Published Friday, October 21, 2005

‘Wilma’ leaves bad memories behind

Flooding is nothing new to residents of Big Pond in Old Harbour, St Catherine. However, this time, residents say it is the worst they have ever seen, as the waters washed out furniture, drowned animals, and submerged several houses in the community.
Lloyd Quarries, a resident, said that, on Tuesday morning, he woke up to find water inside his house, forcing himself and his family to flee. “Wi haffi swim out and walk through bushes and come back round fi escape,” Quarries said. He added that the adults had to place the children on top of furniture and then take them out one by one as the water rose in the homes.
Four houses surround Quarries’ property, and the 20 adults and children who live in these houses had to swim out or drown. Further in the community, several houses along Sylvester Drive were also submerged.
Access to the entire community was barely possible.
Residents took the news team to Sylvester Drive using a road through the bushes which had become a muddy lake. A walk that would normally take five minutes using the regular route took 40 minutes.
At Sylvester Drive, tales of the rising waters were even worse. Lorna Myton said that, when she saw the waters rising, she sent her children away to Sandy Bay in Clarendon and escaped just in time before the flood reached her home. Myton, like other residents, said this was the worst flooding they had ever seen. “When it came up last time (Hurricane Emily), only the bottom of the bed was wet, and it was on eight blocks. Now mi can’t even see di roof of mi house,” she said.

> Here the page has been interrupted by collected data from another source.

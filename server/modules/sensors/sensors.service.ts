import { createHash, randomBytes, timingSafeEqual } from "node:crypto";
import { IsNull, MoreThanOrEqual, type DataSource, type EntityManager } from "typeorm";
import { isIdentity, type SensorCalibration } from "../../../shared/domain/calibration.js";
import { WINDOWED_QUANTITIES, type WindowedQuantity } from "../../../shared/schemas/quantities.js";
import type { AuditChange, AuditValueKind } from "../../../shared/schemas/audit.js";
import { MAX_ASSIGNMENT_BACKDATE_MS, type AssignSensorInput, type AssignSensorResponse, type SensorAssignment } from "../../../shared/schemas/layout.js";
import {
  sensorCalibrationSchema,
  type RegisterSensorInput,
  type SensorCalibrationInput,
  type SensorSecretResponse,
  type SensorView,
  type UpdateSensorInput,
} from "../../../shared/schemas/sensors.js";
import { BenchEntity, type Bench } from "../../db/entities/bench.entity.js";
import { LatestReadingEntity, ReadingEntity } from "../../db/entities/reading.entity.js";
import { SensorAssignmentEntity, type SensorAssignmentRecord } from "../../db/entities/sensor-assignment.entity.js";
import { SensorEntity, type Sensor } from "../../db/entities/sensor.entity.js";
import { ZoneEntity } from "../../db/entities/zone.entity.js";
import { AppError, notFound } from "../../lib/errors.js";
import { auditChange, writeAuditEntry } from "../audit/audit.service.js";
import type { ReadingStore } from "../readings/reading-store.js";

Roy Dunn, a taxi driver and chicken farmer whose house was also completely submerged, said he not only lost all his belongings but also dozens of chickens he was rearing. Before Wednesday, Dunn had only been back to his house once, and he said, when he saw it, he could only laugh because it was too painful to cry. “When mi come here yesterday (Wednesday), a only di rust pan mi house top mi coulda see,” he said.
Dunn, who went to buy food when the water came in, could only watch as his mother and sister were trapped inside the house. “Mi buy food and couldn’t carry it go gi dem. A mi nephew seh him a go and tek di food and swim go over di house go give dem di food,” he said.
Many of the marooned residents who could not swim out were eventually rescued by a fisherman who took his boat from Old Harbour Bay and used it to manoeuvre through the floodwaters to reach them.
Some residents who had moved into their neighbours’ two-storey houses were trapped on the upper floors without food or any way to leave.
In the meantime, residents are calling for help, adding that they have no running water or electricity. They say no emergency response team has come to the community to assist or evacuate those who have lost everything in the flood.